White has taken Peale’s positive thinking theology into the 21st century with her perfectly coiffed blond hair, haute couture wardrobe, strutting on her church stage in gold stiletto sandals. During a January 2025 sermon, “How to Fight and Win in Spiritual Warfare”, an Elton John look-alike keyboardist provided syncopated background riffs while White, on this occasion, in skinny jeans, over-the-knee high-heeled boots, and a chic faux shooting jacket, warns listeners about a malevolent “league” of people who don’t even like each other coming together to “work treason against God’s people.” She repeats the word “treason” with added emphasis.

Like White, many lesser-known self-proclaimed prophets and visionaries produce massive “revelatory” content for numerous television and radio shows, websites and podcasts, social media posts and reels. Because these soothsayers are virtually all charismatic, they overwhelmingly endorse Trump’s politics.
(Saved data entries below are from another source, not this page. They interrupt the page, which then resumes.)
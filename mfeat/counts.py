"""Exact counts of 2x2 window statistics at every level of an image, in one pass.

A level index (the number of levels that a pixel reaches) replaces the pixel; then the histogram of
the largest index of a pair or window, summed from the top, counts the sets that touch the
foreground at every level at once. Everything downstream is a weighted sum of these integers.
"""

from dataclasses import dataclass, field
from typing import Any

import numpy as np

from mfeat import _checks, _kernels

#: The rows of a count table. Each counts, over all counting windows `a b / c d` and at each level
#: u, how many of the window's sets have their largest value (the last row: smallest value) >= u.
STATISTICS = (
    "pixel",  # the four pixels a, b, c, d
    "diagonal",  # the two pixels a, d
    "horizontal",  # the two pairs (a, b), (c, d)
    "vertical",  # the two pairs (a, c), (b, d)
    "falling",  # the pair (a, d), from top left to bottom right
    "rising",  # the pair (b, c), from bottom left to top right
    "largest",  # the window, by its largest value
    "smallest",  # the window, by its smallest value
)

EDGES = ("inside", "framed")

#: Up to this many levels, comparing whole rows with each level is faster than searching.
FEW_LEVELS = 24

#: Pixels of an image indexed and counted at a time; bounds the memory of `count_patterns`.
BAND_PIXELS = 1 << 20


@dataclass(frozen=True, eq=False)
class PatternCounts:
    """Integer counts of 2x2 window statistics, one column a level; `a + b` merges them exactly.

    Returned by `count_patterns`. The counts are int64 and, inside windows, additive: tiles that
    share one row or column of pixels add up to the counts of the whole image, bit for bit. Arrays
    are read-only.

    Attributes
    ----------
    levels : ndarray of shape (T,)
        Levels, ascending; the foreground at level u is {image >= u}.
    table : ndarray of shape (8, T), int64
        The statistics of `mfeat.counts.STATISTICS`, in that order.
    windows : int
        Number of counting windows: those whose four pixels are valid.
    possible_windows : int
        Number of windows that the image has.
    pitch : tuple of float
        Pixel pitch (rows, columns).
    edges : {"inside", "framed"}
        Windows inside the image only, or also those of a surrounding frame of background.
    """

    levels: np.ndarray
    table: np.ndarray = field(repr=False)
    windows: int
    possible_windows: int
    pitch: tuple[float, float] = (1.0, 1.0)
    edges: str = "inside"

    def __post_init__(self):
        for name in ("levels", "table"):
            object.__setattr__(self, name, _checks.read_only(getattr(self, name)))

    @property
    def valid_fraction(self) -> float:
        """Share of the 2x2 windows, of the framed image if framed, with four valid pixels."""
        return self.windows / self.possible_windows

    def classes(self) -> dict[str, np.ndarray]:
        """Return the number of windows of each class, int64 arrays with one entry a level.

        Classes by the number of foreground pixels of a window: "q0", "q1", "q2" (two adjacent
        ones), "qd" (two on a diagonal), "q3", "q4". Source: S. B. Gray, Local properties of
        binary images in two dimensions, IEEE Trans. Computers C-20 (1971), 551-561.

        Examples
        --------
        >>> import numpy as np
        >>> from mfeat import count_patterns
        >>> counts = count_patterns(np.array([[1, 0, 0], [1, 1, 0]]), levels=[1])
        >>> {name: int(number[0]) for name, number in counts.classes().items()}
        {'q0': 0, 'q1': 1, 'q2': 0, 'qd': 0, 'q3': 1, 'q4': 0}
        """
        return classes_of(self.table, self.windows)

    def crossings(self) -> dict[str, np.ndarray]:
        """Return TWICE the mean number of boundary crossings per direction, as exact int64.

        "horizontal" and "vertical" count the neighbour pairs of each window along that axis
        (two pairs a window, so every inner pair is met by two windows); "falling" and "rising"
        are twice the diagonal pairs, so that all four are on one scale: value / 2 is T of the
        Cauchy-Crofton formula.

        Examples
        --------
        >>> import numpy as np
        >>> from mfeat import count_patterns
        >>> bars = np.tile([0, 1], (4, 2))
        >>> {k: int(v[0]) for k, v in count_patterns(bars, levels=[1]).crossings().items()}
        {'horizontal': 18, 'vertical': 0, 'falling': 18, 'rising': 18}
        """
        return crossings_of(self.table)

    def __add__(self, other: Any) -> "PatternCounts":
        if not isinstance(other, PatternCounts):
            return NotImplemented
        if not self._same_levels(other):
            raise ValueError(
                "counts with different levels cannot be merged: "
                f"{_show_exactly(self.levels, other.levels)} and "
                f"{_show_exactly(other.levels, self.levels)}; "
                "count both images with the same `levels`"
            )
        for name in ("pitch", "edges"):
            mine, theirs = getattr(self, name), getattr(other, name)
            if mine != theirs:
                raise ValueError(
                    f"counts with different {name} cannot be merged: {mine!r} and {theirs!r}"
                )
        if self.edges == "framed":
            raise ValueError(
                "framed counts cannot be merged: each has a frame of its own, so tiles would not "
                'add up to the image. Count tiles with edges="inside"; for totals over separate '
                "images add the functionals"
            )
        return PatternCounts(
            levels=self.levels,
            table=self.table + other.table,
            windows=self.windows + other.windows,
            possible_windows=self.possible_windows + other.possible_windows,
            pitch=self.pitch,
            edges=self.edges,
        )

    def __radd__(self, other: Any) -> "PatternCounts":
        if isinstance(other, int) and other == 0:  # so that sum() of counts works
            return self
        return NotImplemented

    def __eq__(self, other: Any) -> bool:
        if not isinstance(other, PatternCounts):
            return NotImplemented
        return (
            self._same_levels(other)
            and np.array_equal(self.table, other.table)
            and (self.windows, self.possible_windows, self.pitch, self.edges)
            == (other.windows, other.possible_windows, other.pitch, other.edges)
        )

    __hash__ = None

    def _same_levels(self, other: "PatternCounts") -> bool:
        """Compare levels as numbers, exactly: an integer and a float beyond 2**53 may differ."""
        if self.levels.dtype == other.levels.dtype:
            return np.array_equal(self.levels, other.levels)
        return self.levels.tolist() == other.levels.tolist()

    def __repr__(self) -> str:
        return (
            f"PatternCounts({len(self.levels)} levels {_checks.show(self.levels)}, "
            f"windows={self.windows} of {self.possible_windows}, pitch={self.pitch}, "
            f"edges={self.edges!r})"
        )


def count_patterns(
    image: Any,
    levels: Any,
    mask: Any = None,
    *,
    pitch: Any = 1.0,
    edges: str = "inside",
) -> PatternCounts:
    """Count the 2x2 window statistics of {image >= level} at all levels in one pass.

    Parameters
    ----------
    image : array_like of shape (h, w), both >= 2
        bool, an integer type of up to 64 bit, float16, float32 or float64; any memory order. NaN
        and masked pixels (numpy.ma) are missing; infinities are refused.
    levels : sequence of 1 to 65,535 finite numbers, strictly ascending
        In the image's own unit. Each comparison is exact: neither the pixel nor the level is
        rounded, whatever their types.
    mask : array of bool of shape (h, w), optional
        True where a pixel is valid. A window counts only if its four pixels are valid.
    pitch : float or (float, float), default 1.0
        Pixel pitch, or (row pitch, column pitch); recorded with the counts for the functionals.
    edges : {"inside", "framed"}, default "inside"
        "inside" counts the windows inside the image (for densities of a texture); "framed"
        surrounds the image by background first (for totals of isolated objects).

    Returns
    -------
    PatternCounts

    Raises
    ------
    TypeError
        For types that cannot be counted exactly.
    ValueError
        For wrong shapes, infinite pixels, unordered or non-finite levels, unknown options.

    Notes
    -----
    Time grows with the number of pixels: seven table updates each, eight where pixels are missing,
    whatever the number of levels. From some thousand levels on the tables outgrow the processor's
    cache, which costs up to four times as much again. Memory beyond the image and the counts: some
    20 MB, whatever the image's size, type, byte order and missing pixels.

    Examples
    --------
    >>> import numpy as np
    >>> from mfeat import count_patterns
    >>> image = np.array([[0, 3, 0], [0, 3, 9], [0, 0, 0]], dtype=np.uint8)
    >>> counts = count_patterns(image, levels=[1, 5], edges="framed")
    >>> counts.classes()["q1"]
    array([5, 4])
    """
    image = _checks.image(image)
    levels = _checks.level_sequence(levels)
    pitch = _checks.pitch(pitch)
    _checks.choice("edges", edges, EDGES)
    mask = _checks.valid_mask(mask, image.shape)
    [thresholds], [reach] = thresholds_for(compiled_dtype(image), levels[None, :])
    return count_image(image, mask, levels, thresholds, reach, pitch=pitch, edges=edges)


def count_image(
    image: np.ndarray,
    mask: np.ndarray | None,
    levels: np.ndarray,
    thresholds: np.ndarray,
    reach: int,
    *,
    pitch: tuple[float, float],
    edges: str,
) -> PatternCounts:
    """Count a checked image whose levels have been turned into thresholds of its own type.

    The work goes band by band; bands share one row, and the counts of bands add up exactly.
    """
    rows, cols = image.shape
    frame = 1 if edges == "framed" else 0
    table = np.zeros((len(STATISTICS), len(levels) + 1), dtype=np.int64)
    windows = 0
    step = max(1, BAND_PIXELS // cols)
    for start in range(0, rows - 1, step):
        stop = min(start + step + 1, rows)
        top = frame if start == 0 else 0
        bottom = frame if stop == rows else 0
        valid = _checks.valid_pixels(
            image[start:stop], None if mask is None else mask[start:stop], first_row=start
        )
        band = _checks.compiled_type(np.asarray(image[start:stop]))
        shape = (top + len(band) + bottom + 1, cols + 2 * frame + 1)
        index = np.zeros(shape, dtype=np.uint16)
        _index(band, thresholds[:reach], index, top, frame)
        if valid is None:
            of_band = np.zeros_like(table)
            _kernels.count_complete(index, of_band)
            table += of_band
            windows += (shape[0] - 2) * (shape[1] - 2)
        else:
            around = np.pad(valid, ((top, bottom), (frame, frame)), constant_values=1)
            ok, good = windows_of(around)
            _kernels.count_windows(index, ok, table)
            windows += good
    return PatternCounts(
        levels=levels,
        table=levels_from_top(table),
        windows=windows,
        possible_windows=(rows - 1 + 2 * frame) * (cols - 1 + 2 * frame),
        pitch=pitch,
        edges=edges,
    )


def _index(
    band: np.ndarray, thresholds: np.ndarray, index: np.ndarray, top: int, left: int
) -> None:
    """Write level indices of a band by the fastest of three ways, which agree exactly."""
    if band.dtype == np.uint8:
        table = np.empty(256, dtype=np.uint16)
        _kernels.index_by_table(band, thresholds, table, index, top, left)
    elif len(thresholds) <= FEW_LEVELS:
        _kernels.index_by_comparison(band, thresholds, index, top, left)
    else:
        _kernels.index_by_search(band, thresholds, index, top, left)


def index_stack(values: np.ndarray, thresholds: np.ndarray, reach: np.ndarray) -> np.ndarray:
    """Return level indices of a stack (n, h, w), with the extra row and column of `_kernels`."""
    count, rows, cols = values.shape
    index = np.zeros((count, rows + 1, cols + 1), dtype=np.uint16)
    if values.dtype == np.uint8:
        table = np.empty(256, dtype=np.uint16)
        _kernels.index_stack_by_table(values, thresholds, reach, table, index)
    else:
        _kernels.index_stack(values, thresholds, reach, FEW_LEVELS, index)
    return index


def levels_from_top(table: np.ndarray) -> np.ndarray:
    """Turn histograms over level indices (..., T + 1) into counts of "index >= level" (..., T)."""
    return np.cumsum(table[..., :0:-1], axis=-1)[..., ::-1]


def windows_of(valid: np.ndarray) -> tuple[np.ndarray, int]:
    """Return the map of windows with four valid pixels (read-only) and their number."""
    ok = np.empty((valid.shape[0] + 1, valid.shape[1] + 1), dtype=np.uint8)
    number = _kernels.windows_ok(valid, ok)
    return _checks.read_only(ok), int(number)
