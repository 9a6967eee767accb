"""Checks of what users pass in, and the one wording of each complaint."""

import math
from collections.abc import Callable, Sequence
from typing import Any

import numpy as np

from mfeat import _kernels

#: Largest number of levels: level indices are 16-bit, and index 0 means "below every level".
MAX_LEVELS = 65_535

_FLOATS = (np.float16, np.float32, np.float64)

# Between these, squares and differences of pixels over a pitch neither overflow nor vanish.
_LARGEST, _FINEST = 1e75, 1e-75


def choice(name: str, value: Any, known: Sequence[Any]) -> Any:
    """Return `value` if it is one of `known`; a closed option has no silent fallback."""
    for entry in known:
        kinds = str if isinstance(entry, str) else int | np.integer
        if isinstance(value, kinds) and not isinstance(value, bool) and entry == value:
            return entry
    raise ValueError(f"{name} must be one of {', '.join(map(repr, known))}; got {value!r}")


def real(
    name: str,
    value: Any,
    *,
    minimum: float = -math.inf,
    above: float = -math.inf,
    maximum: float = math.inf,
) -> float:
    """Return `value` as a finite float that is >= `minimum`, > `above` and <= `maximum`."""
    if isinstance(value, bool | np.bool_) or not isinstance(
        value, int | float | np.integer | np.floating
    ):
        raise TypeError(f"{name} must be a number; got {value!r} ({type(value).__name__})")
    try:
        number = float(value)
    except OverflowError:
        number = math.inf
    if not math.isfinite(number) or number < minimum or number <= above:
        bound = f" > {above:g}" if above > -math.inf else ""
        bound = f" >= {minimum:g}" if minimum > -math.inf else bound
        raise ValueError(f"{name} must be a finite number{bound}; got {_short(value)}")
    if number > maximum:
        raise ValueError(f"{name} must be <= {maximum:g}; got {_short(value)}")
    return number


def _short(value: Any) -> str:
    text = repr(value)
    return text if len(text) <= 40 else f"{text[:20]}... ({len(text)} characters)"


def integer(name: str, value: Any, *, minimum: int, maximum: int | None = None) -> int:
    """Return `value` as an int within the bounds; floats and bools are refused."""
    if isinstance(value, bool | np.bool_) or not isinstance(value, int | np.integer):
        raise TypeError(f"{name} must be an integer; got {value!r} ({type(value).__name__})")
    if value < minimum or (maximum is not None and value > maximum):
        upper = "" if maximum is None else f" and <= {maximum}"
        raise ValueError(f"{name} must be >= {minimum}{upper}; got {value}")
    return int(value)


def pitch(value: Any, name: str = "pitch") -> tuple[float, float]:
    """Return the pitch as (row pitch, column pitch); a single number means square pixels."""
    if isinstance(value, np.ndarray) and value.ndim == 0:
        value = value[()]
    if isinstance(value, tuple | list | np.ndarray):
        if len(value) != 2:
            raise ValueError(
                f"{name} must be one number or (row pitch, column pitch); "
                f"got {len(value)} numbers: {value!r}"
            )
        return (_one_pitch(f"{name}[0]", value[0]), _one_pitch(f"{name}[1]", value[1]))
    number = _one_pitch(name, value)
    return (number, number)


def _one_pitch(name: str, value: Any) -> float:
    number = real(name, value, above=0.0)
    if not 1e-60 <= number <= 1e60:  # areas and curvatures need its square, either way up
        raise ValueError(f"{name} must be from 1e-60 to 1e60; got {value!r}. Use another unit")
    return number


def as_array(given: Any, name: str) -> np.ndarray:
    """Return an array; a sequence of masked rows becomes a masked array."""
    if isinstance(given, np.ndarray):
        return given
    if isinstance(given, dict | set | str | bytes):
        raise TypeError(f"{name} must be an array of numbers; got {type(given).__name__}")
    try:
        if isinstance(given, list | tuple) and any(isinstance(r, np.ma.MaskedArray) for r in given):
            return np.ma.stack(given)
        return np.asarray(given)
    except ValueError as error:
        raise ValueError(f"{name} must be an array; it is ragged: {error}") from None


def image(array: Any, name: str = "image") -> np.ndarray:
    """Return a 2-D array of a countable type, in any byte order; masked arrays stay masked.

    Countable: bool, integers of up to 64 bit, float16, float32, float64. Nothing is copied.
    """
    array = as_array(array, name)
    dtype = array.dtype
    if not (dtype == np.bool_ or dtype.kind in "iu" or dtype.newbyteorder("=").type in _FLOATS):
        raise TypeError(
            f"{name} must hold bool, integers of up to 64 bit, float16, float32 or float64; "
            f"got dtype {dtype}. Give an array of plain numbers"
        )
    if array.ndim != 2:
        hint = "; for several images or channels use MinkowskiCurves" if array.ndim > 2 else ""
        raise ValueError(
            f"{name} must have 2 dimensions (rows, columns); got shape {array.shape}{hint}"
        )
    if array.shape[0] < 2 or array.shape[1] < 2:
        raise ValueError(f"{name} must be at least 2x2 pixels; got shape {array.shape}")
    return array


def valid_mask(mask: Any, shape: tuple[int, ...], name: str = "image") -> np.ndarray | None:
    """Return a user's mask as a boolean array; where the mask itself is masked, it is False."""
    if mask is None:
        return None
    mask = as_array(mask, f"mask of {name}")
    if isinstance(mask, np.ma.MaskedArray):
        mask = mask.filled(False)
    if mask.dtype != np.bool_:
        raise TypeError(
            f"mask of {name} must be boolean, True where a pixel is valid; "
            f"got dtype {mask.dtype}. Write e.g. mask=(mask != 0)"
        )
    if mask.shape != shape:
        raise ValueError(f"mask of {name} has shape {mask.shape}, the image {shape}")
    return mask


def valid_pixels(
    array: np.ndarray, mask: np.ndarray | None = None, name: str = "image", first_row: int = 0
) -> np.ndarray | None:
    """Return the map of valid pixels as uint8, or None where every pixel is valid.

    A pixel is missing where `mask` is False, where a masked array masks it, and where it is NaN.
    Infinities in valid pixels are refused; `first_row` is the row of the image that the array
    starts with.
    """
    valid = mask
    if isinstance(array, np.ma.MaskedArray) and array.mask is not np.ma.nomask:
        unmasked = ~np.ma.getmaskarray(array)
        valid = unmasked if valid is None else valid & unmasked
    values = np.asarray(array)
    if values.dtype.kind == "f" and not (finite := np.isfinite(values)).all():
        known = ~np.isnan(values)
        valid = known if valid is None else valid & known
        infinite = np.argwhere(valid & ~finite)
        if len(infinite):
            row, col = infinite[0]
            raise ValueError(
                f"{name} holds {values[row, col]} at row {first_row + row}, column {col}; "
                "infinite values cannot be ranked. Set them to NaN if they mean missing data"
            )
    if valid is None or valid.all():
        return None
    return valid.astype(np.uint8)


def value_ranges(values: np.ndarray, valid: np.ndarray | None) -> tuple[np.ndarray, np.ndarray]:
    """Return the smallest and largest valid value of each image of a stack; 0 where none is."""
    if valid is None:
        return values.min(axis=(1, 2)), values.max(axis=(1, 2))
    low, high = np.zeros((2, len(values)), values.dtype)
    _kernels.value_range(values, valid, low, high)
    return low, high


def representable(
    values: np.ndarray, valid: np.ndarray | None, name_of: Callable[[int], str]
) -> None:
    """Refuse a stack of images with which fields cannot be computed in float64.

    64-bit integers beyond 2**53 would be rounded; squares and differences of floating-point values
    beyond 1e75 overflow, and those of values all within 1e-75 of each other vanish. `name_of` tells
    how messages call an image.
    """
    if values.dtype.itemsize < 8:
        return
    low, high = value_ranges(values, valid)
    whole = values.dtype.kind != "f"
    limit = 2**53 if whole else _LARGEST
    large = (high > limit) | (low < -limit if values.dtype.kind != "u" else False)
    if large.any():
        k = int(np.argmax(large))
        if whole:
            raise ValueError(
                f"{name_of(k)} holds integers from {low[k]} to {high[k]}; beyond 2**53 means and "
                "derived fields would be rounded. Subtract an offset, or count exactly with "
                "count_patterns at levels of your own"
            )
        raise ValueError(
            f"{name_of(k)} reaches from {low[k]:.3g} to {high[k]:.3g}; fields cannot be computed "
            "beyond 1e75. Set no-data values to NaN, or mask them"
        )
    fine = (low < high) & (high - low < _FINEST)
    if not whole and fine.any():
        k = int(np.argmax(fine))
        raise ValueError(
            f"{name_of(k)} reaches from {low[k]!r} to {high[k]!r}; differences below {_FINEST:g} "
            "vanish in fields. Multiply the values by a power of ten"
        )


def compiled_type(array: np.ndarray) -> np.ndarray:
    """Return a contiguous array of a type that the kernels are compiled for; values unchanged.

    It is a read-only view or copy: Numba compiles read-only arrays apart from writable ones, and
    users' arrays may be either.
    """
    kind = array.dtype.kind
    size = array.dtype.itemsize
    if kind == "f":
        wanted = np.float64 if size == 8 else np.float32
    elif (kind == "u" and size == 1) or kind == "b":
        wanted = np.uint8
    elif kind == "u" and size == 8:
        wanted = np.uint64
    elif size < 4 or (kind == "i" and size == 4):
        wanted = np.int32
    else:
        wanted = np.int64
    return read_only(np.ascontiguousarray(array, dtype=wanted))


def read_only(array: np.ndarray) -> np.ndarray:
    """Return a read-only view."""
    view = array.view()
    view.flags.writeable = False
    return view


def level_sequence(levels: Any, name: str = "levels") -> np.ndarray:
    """Return explicit levels as a 1-D int64, uint64 or float64 array; no value is changed.

    They must be finite and strictly ascending, 1 to 65,535 of them.
    """
    if isinstance(levels, np.ma.MaskedArray) and np.ma.getmaskarray(levels).any():
        raise ValueError(f"{name} holds masked entries; give numbers only")
    if isinstance(levels, np.ndarray):
        array = np.asarray(levels)
    else:
        ordered = hasattr(levels, "__len__") and hasattr(levels, "__getitem__")
        if not ordered or isinstance(levels, str | bytes | dict):
            raise TypeError(f"{name} must be a sequence of numbers; got {levels!r}")
        given = list(levels)
        try:
            array = np.asarray(given) if given else np.empty(0)
        except ValueError as error:
            raise ValueError(f"{name} must be one-dimensional; it is ragged: {error}") from None
        if array.ndim == 1 and array.dtype.kind == "f":
            for number, stored in zip(given, array, strict=True):
                if isinstance(number, int | np.integer) and int(stored) != int(number):
                    raise ValueError(
                        f"{name} mixes {number} with other numbers in a way that would round it; "
                        "give all levels as integers of one signedness"
                    )
    if array.ndim != 1:
        raise ValueError(f"{name} must be one-dimensional; got shape {array.shape}")
    if array.dtype.kind == "f" and array.dtype.itemsize <= 8:
        array = array.astype(np.float64)
    elif array.dtype.kind == "u":
        array = array.astype(np.uint64)
    elif array.dtype.kind == "i":
        array = array.astype(np.int64)
    elif array.dtype == object and all(isinstance(number, int) for number in array.flat):
        raise ValueError(f"{name} holds integers beyond 64 bit; no image can reach them")
    elif array.size:
        raise TypeError(f"{name} must hold integers or floats; got dtype {array.dtype}")
    if not 1 <= array.size <= MAX_LEVELS:
        raise ValueError(f"{name} must hold 1 to {MAX_LEVELS} levels; got {array.size}")
    bad = np.flatnonzero(~np.isfinite(array))
    if bad.size:
        raise ValueError(f"{name} must be finite; {name}[{bad[0]}] is {array[bad[0]]}")
    unordered = np.flatnonzero(array[1:] <= array[:-1])
    if unordered.size:
        at = unordered[0]
        raise ValueError(
            f"{name} must be strictly ascending; {name}[{at}] = {array[at]} is followed by "
            f"{array[at + 1]}. Use numpy.unique({name})"
        )
    return array


def show(values: np.ndarray, limit: int = 6) -> str:
    """Return a short text of a long array, for messages and reprs."""
    values = np.asarray(values)
    if values.size <= limit:
        inner = ", ".join(f"{v:.6g}" for v in values)
    else:
        inner = ", ".join(f"{v:.6g}" for v in values[:3]) + f", ..., {values[-1]:.6g}"
    return f"[{inner}]" + (f" ({values.size})" if values.size > limit else "")


def number(count: int, one: str, many: str | None = None) -> str:
    """Return a number with its noun, in the singular or plural."""
    return f"{count} {one if count == 1 else many or one + 's'}"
After his 2016 victory, Oklahoma-based “Messianic rabbi” (meaning a Jewish clergyman who believes in Jesus) Curt Landry wrote to his supporters that Trump was God’s “anointed.” He could prove this assertion with simple math: the 45th president would be “70 years, 7 months, and 7 days old on his first day in office,” alluding to a sequence of three numeral sevens, which many charismatic Christians believe symbolizes God’s perfect work on earth.

“For rebellion is as the sin of witchcraft, and stubbornness is as iniquity and idolatry.”

One of the superstars in the prophetic circuit is Jonathan Cahn, another messianic rabbi, who tells of being converted to Christ after being hit by a train locomotive when he was a teenager. Cahn checks all the right boxes for evangelicals eager to receive messages from God: as a Jew by birth, his ethnicity places him closer to the flesh-and-blood Jesus; a bearded, short, and stocky dark-complexioned man, he conjures the prophets of the Hebrew scriptures (it doesn’t hurt that he almost always dresses exclusively in black, head to toe). As a prolific author of a string of best-selling books with titles like The Harbinger, The Book of Mysteries, The Dragon’s Prophecy, and the Oracle, he feeds readers a constant stream of dopamine hits, claiming God’s spirit directly delivers writings to him. Cahn has been the most explicit and detailed apologist for Trump’s divinely appointed role in God’s end-times plan for the salvation of souls and the restoration of divine order in the universe. He stresses the mystical connections between Trump’s last name, birthdate, election, and relocation of the US Embassy to Jerusalem, vigorously defending Trump’s post of a meme declaring himself on a “mission from God.”

In Cahn’s video message, “The Mystery Behind The Trump Assassination Attempt,” he weaves an elaborate comparison between the Bible’s description of the consecration of the high priest in the Book of Leviticus, with blood being applied to the subject’s ear, thumb, and toe, to what happened on July 13, 2024. The significance of Trump’s damaged ear is obvious, but the absence of Trump’s shoes after the melee is also laden with power because “the priest was shoeless. So Trump was shoeless when the blood was touching at every point. In fact, based on the biblical evidence and the Levitical writings, the removal of the shoes was part of the ministering of the priest.” Among the 7300 comments garnered after some two million views was this one from@pattyfowler9987, “I also noticed. [sic] A change in the temperament of Trump after his near-death experience. That is when I became a supporter of Trump. There has been a transformation in him. Just the way his voice sounds, the words he says, and the way he cares for people. Praise God for mighty works. Amen! Pray for America!”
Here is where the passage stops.